The results above indicate that `SGDClassifier` is able to find a solution in significantly less time than `LogisticRegression`. Although the evaluation metrics are slightly worse on the `SGDClassifier`, we can improve the `SGDClassifier`'s performance by tuning hyperparameters. Furthermore, this discrepancy is a tradeoff that data scientists often encounter in the real world. Depending on the situation, data scientists might place greater value on the lower runtime or on the higher metrics.
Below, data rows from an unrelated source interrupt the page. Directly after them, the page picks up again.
"""The fleet's readings read column-wise (logbook.columns.ReadingColumns): the same
readings as the rows SQLite holds, the same engine results as from a tuple of records."""

from __future__ import annotations

import shutil
import sqlite3
from dataclasses import replace
from datetime import date, datetime

import numpy as np
import pytest

from logbook.analysis.fleet import forecast_fleet
from logbook.analysis.timeline import Timeline
from logbook.cli import main
from logbook.columns import FIELDS, ReadingColumns
from logbook.model import Reading
from logbook.store import Store

from .conftest import TODAY

DEMO_DAY = "2026-12-01"


@pytest.fixture(scope="module")
def demo(tmp_path_factory):
    path = tmp_path_factory.mktemp("columns") / "demo.db"
    assert main(["--db", str(path), "--today", DEMO_DAY, "demo", "--no-ui"]) == 0
    return path


def _by_hand(path) -> list[Reading]:
    """The current readings as Python's sqlite3 gives the rows (sqlite3.Row by column name), in
    the store's order, each field converted the way the standard library reads it."""
    conn = sqlite3.connect(path)
    conn.row_factory = sqlite3.Row
    try:
        rows = conn.execute("SELECT * FROM readings WHERE superseded_by IS NULL AND removed_reason IS NULL "
                            "ORDER BY taken_on, machine_hours, id").fetchall()
    finally:
        conn.close()
    fields = [f for f in Reading.__dataclass_fields__ if f not in ("taken_on", "entered_at")]
    return [Reading(taken_on=date.fromisoformat(r["taken_on"]),
                    entered_at=datetime.fromisoformat(r["entered_at"]) if r["entered_at"] else None,
                    **{f: r[f] for f in fields}) for r in rows]  # fmt: skip


def test_the_fleet_read_holds_every_current_reading_as_sqlite_gives_it(demo):
    expected = _by_hand(demo)
    with Store(demo) as store:
        fleet = store.fleet()
    assert isinstance(fleet.readings, ReadingColumns)
    assert len(fleet.readings) == len(expected) > 1000
    assert fleet.readings == tuple(expected) and tuple(expected) == fleet.readings  # both directions
    assert list(fleet.readings) == expected
    # One record at a time, before all are made (the engine asks for a few by index).
    with Store(demo) as store:
        fresh = store.fleet().readings
    assert [fresh[i] for i in (0, 7, -1, -len(expected))] == [expected[i] for i in (0, 7, -1, -len(expected))]
    assert fresh[3:6] == tuple(expected[3:6])
    with pytest.raises(IndexError):
        fresh[len(expected)]
    # The columns themselves: days as ordinals, NaN where no value.
    assert fresh.day.tolist() == [r.taken_on.toordinal() for r in expected]
    drift = fresh.number("neutral_drift_bar")
    assert [None if np.isnan(v) else v for v in drift.tolist()] == [r.neutral_drift_bar for r in expected]


def test_the_columns_cannot_be_changed_in_place(demo):
    with Store(demo) as store:
        columns = store.fleet().readings
    with pytest.raises(ValueError):
        columns.number("case_drain_lpm")[0] = 99.0
    with pytest.raises(ValueError):
        columns.day[0] = 1


def test_each_distinct_text_is_held_once_with_the_same_values(demo):
    """SQLite hands every row its own copy of a serial or a technician; the columns keep one object
    per distinct text (the copies would hold most of a large fleet's read), values unchanged."""
    expected = _by_hand(demo)
    with Store(demo) as store:
        columns = store.fleet().readings
    serials = columns.text("serial")
    assert list(serials) == [r.serial for r in expected]
    assert list(columns.text("technician")) == [r.technician for r in expected]
    assert len({id(s) for s in serials}) == len(set(serials)) < len(serials)


def test_the_engine_gives_the_same_forecast_from_columns_and_from_records(demo):
    with Store(demo) as store:
        fleet = store.fleet()
    records = replace(fleet, readings=tuple(fleet.readings))
    today = date.fromisoformat(DEMO_DAY)
    a, b = Timeline(fleet.fitments, fleet.readings, fleet.events), Timeline(records.fitments, records.readings, records.events)
    assert sorted(a.serial_index) == sorted(b.serial_index)
    for name in ("day", "meter", "temp", "dp", "grade", "vi", "nu40", "nu100", "hours", "latest"):
        assert np.array_equal(getattr(a, name), getattr(b, name), equal_nan=True), name
    names_a, names_b = ({code: s for s, code in t.serial_index.items()} for t in (a, b))
    assert [names_a[c] for c in a.serial.tolist()] == [names_b[c] for c in b.serial.tolist()]
    assert forecast_fleet(fleet, today) == forecast_fleet(records, today)


def test_an_empty_store_reads_an_empty_fleet(tmp_path):
    with Store(tmp_path / "empty.db") as store:
        fleet = store.fleet()
    assert len(fleet.readings) == 0 and list(fleet.readings) == [] and fleet.readings == ()
    assert forecast_fleet(fleet, TODAY).pumps == ()


def test_one_pump_and_one_reading_come_through_the_same_columns(store):
    saved = store.add_reading(Reading(id=None, serial="S-100", taken_on=date(2025, 8, 1), machine_hours=1900,
                                      servo_pressure_bar=24.5, oil_grade=68, nu40_cst=66.0), today=TODAY)
    assert store.reading(saved.id) == saved and store.reading(10**6) is None
    assert isinstance(saved.oil_grade, int) and isinstance(saved.id, int) and saved.superseded_by is None
    mine = store.readings("S-100")
    assert [r.serial for r in mine] == ["S-100"] * 3 and mine[-1] == saved
    assert [r.taken_on for r in mine] == sorted(r.taken_on for r in mine)


def test_corrected_readings_count_the_same_from_columns_and_from_records(demo, tmp_path):
    """A fleet holding corrected originals beside their corrections (as bench_fleet's does): the
    timeline leaves the originals out whichever form the readings come in."""
    copy = tmp_path / "corrected.db"
    shutil.copy(demo, copy)
    today = date.fromisoformat(DEMO_DAY)
    with Store(copy, user="tester") as store:
        fleet = store.fleet()
        for r in list(fleet.readings)[::97]:
            if r.servo_pressure_bar is not None:
                store.correct_reading(r.id, reason="gauge misread", today=today, servo_pressure_bar=r.servo_pressure_bar + 0.5)
        history, _ = store.fleet_history()
        rows = store.conn.execute(
            f"SELECT {', '.join(FIELDS)} FROM readings WHERE removed_reason IS NULL ORDER BY taken_on, machine_hours, id").fetchall()
    columns = replace(history, readings=ReadingColumns.from_rows(rows))
    records = replace(history, readings=tuple(r for r in history.readings if r.removed_reason is None))
    assert sum(r.superseded_by is not None for r in records.readings) > 10
    assert columns.readings == records.readings
    assert forecast_fleet(columns, today) == forecast_fleet(records, today)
Please note that the low accuracy, precision and recall for both classifiers are a result of using a small fraction of the data. Try running the same classifiers on larger portions of the data to see how you can improve the above results!

## Summary

Stochastic gradient descent is a method that data scientists use to cut down on computational cost and runtime. We can see the value of stochastic gradient descent in logistic regression, since we would only have to calculate the gradient of the cross entropy loss for one observation at each iteration instead of for every observation in batch gradient descent. From the example using scikit-learn's `SGDClassifier`, we observe that stochastic gradient descent may achieve slightly worse evaluation metrics, but drastically improves runtime. On larger datasets or for more complex models, the difference in runtime might be much larger and thus more valuable.